Both applications work with tables of 3 fields, having 500 000 records (the memory structure is identical to SQL Server table). The controls used are regular: GridView and ObjectDataSource.
In the applications I calculate the average time needed for each paging click processing.
LINQ + MS SQL application demands 0.1 sec per page change.
LINQ + Memory Structure demands 0.8 sec per page change.
This Is shocking result. Why the application handling data in memory works 8 times slower than the application using hard drive? Can anybody tell me why that happens?
The parameters involved in gauging performance are much too complex to be simplified as mere harddisk- and memory timings.
When reading 500000+ records, processor cache is largely irrelevant. You will constantly be reading new areas of the memory. The processor has other tasks to perform so between “pages” (from the client?) the cache will have been evicted and repopulated many times over with foreign data.
If the SQL server assumes reading in keyed order, paging will be really, <i>really</i> fast. LINQ2SQL understands .Skip() and .Take() operations which are used when paging is enabled and the data control is bound to a LINQ2SQL source. Typically SQL server will need a max of 2-3 disk accesses if the pages are not already in memory - which the “index” pages will be after the first access.
Contrast that with a memory (datatable?) structure where the objectdatasource will have to iterate through large part of the set to get to the correct selection. This is especially true if you are not using a structure with a linear layout, e.g. you are using a List of some type.
You should be able to outperform the SQL access if you keep the records in an array (which has a linear layout). Indexing a specific item from an array is considerably faster.
Sorry, I use LINQ to SQL when connecting to database. I understand what you saying, optimized SQL statement and indexing helps considerably. But (see my reply to Viflux) the performance gain should be quite striking then! Almost 10 mln times!
How do you read from the SQL server?
No, I don’t use LINQ2SQL, in both cases I use LINQ + ObjectDataSource.
I could provide anybody with both projects to look through. It may be a bit large to put the projects codes here.
I’m just surprised, 'cause as to my previous knowledge, the follolwing reading performance parameters:
Hard disk - 100-200 reads per sec
Memory - 10-20 mln reads per sec
When using processor cache, then memory read performance rises up to 100 and more mln reads per second.
The volume of the in-memory table I’ve got is about 2 MB (4 bytes x 500000records), so it should definitely fit processor cache when reading.

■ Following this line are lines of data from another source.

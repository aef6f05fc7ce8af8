"""Chances under clouds against scipy's binomial law and against every outcome counted one by one."""

from __future__ import annotations

from itertools import product

import numpy as np
import pytest
from hypothesis import given
from hypothesis import strategies as st
from scipy.stats import binom

from wanderers.plans.clouds import chance_of_all, chance_of_any, expected_count, expected_longest_hole

SHARES = st.floats(0.0, 0.99)


@given(SHARES, st.integers(0, 12))
def test_the_chance_of_any_is_that_of_the_binomial_law(cloudy: float, tries: int) -> None:
    found = chance_of_any(cloudy, np.array([tries]))
    assert found == pytest.approx(binom.sf(0, tries, 1.0 - cloudy), abs=1e-12)


@given(SHARES, st.integers(0, 40))
def test_expected_nights_are_those_of_the_binomial_law(cloudy: float, count: int) -> None:
    clear = np.full(count, 1.0 - cloudy)
    assert expected_count(clear) == pytest.approx(float(binom.mean(count, 1.0 - cloudy)) if count else 0.0)


def test_two_nights_of_three_lost() -> None:
    assert chance_of_any(2.0 / 3.0, np.array([3])) == pytest.approx(19.0 / 27.0)


@given(SHARES, st.lists(st.frozensets(st.sampled_from("abcdefg"), max_size=4), max_size=4))
def test_the_chance_of_all_counts_every_outcome(cloudy: float, groups: list[frozenset[str]]) -> None:
    nights = sorted(frozenset().union(*groups))
    total = 0.0
    for outcome in product((True, False), repeat=len(nights)):
        clear = {night for night, is_clear in zip(nights, outcome, strict=True) if is_clear}
        if all(group & clear for group in groups):
            total += (1.0 - cloudy) ** len(clear) * cloudy ** (len(nights) - len(clear))
    assert chance_of_all(cloudy, groups) == pytest.approx(total, abs=1e-9)


def test_groups_apart_multiply() -> None:
    both = chance_of_all(0.6, [frozenset("abc"), frozenset("de")])
    assert both == pytest.approx(binom.sf(0, 3, 0.4) * binom.sf(0, 2, 0.4))


@given(
    st.lists(st.tuples(st.floats(0.0, 10.0), st.floats(0.0, 1.0)), max_size=7),
)
def test_the_expected_longest_hole_counts_every_outcome(nights: list[tuple[float, float]]) -> None:
    nights = sorted(nights)
    position = np.array([place for place, _ in nights], dtype=np.float64)
    clear = np.array([chance for _, chance in nights], dtype=np.float64)
    expected = 0.0
    for outcome in product((True, False), repeat=len(nights)):
        kept = np.array(outcome, dtype=np.bool_)
        hole = np.max(np.diff(np.concatenate([[0.0], position[kept], [10.0]])))
        expected += float(hole * np.prod(np.where(kept, clear, 1.0 - clear)))
    assert expected_longest_hole(position, clear, 0.0, 10.0) == pytest.approx(expected, abs=1e-9)


def test_the_expected_longest_hole_agrees_with_throws_of_dice() -> None:
    position, clear = np.linspace(1.0, 39.0, 30), np.full(30, 0.4)
    throws = np.random.default_rng(11).random((20_000, 30)) < 0.4
    holes = [np.max(np.diff(np.concatenate([[0.0], position[kept], [40.0]]))) for kept in throws]
    spread = np.std(holes) / np.sqrt(len(holes))
    assert abs(expected_longest_hole(position, clear, 0.0, 40.0) - np.mean(holes)) < 4.0 * spread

If ai’m not mistaken, then to overperform In-memory handling SQL Server should increase HD reading speed more than 1 million times. Is that ever possible?
It’s impossible to say without some knowledge of the “in-memory” data structure, and some knowledge of the means with which you performed the test.
Given that MSSQL has been developed over 20 years to fine-tune performance, and that a lot of MS technologies have been optimized with respect to their knowledge of MSSQL, it’s not surprising that it would out-perform.
Based on this scanty information I would venture a guess that you are comparing LINQ2SQL with LINQ to objects.
LINQ2SQL uses a neat trick with expression trees where it will actually generate an optimized (a generated where clause) SQL statement and send it off to the server. The server will only return those rows which satisfy the criteria. In essence you have offloaded the problem to the server. The server/database may even have indexes which may help the query on its way.
With LINQ to objects - unless you optimize yourself - LINQ will have no option but to iterate through the entire collection and evaluate the criteria for each item.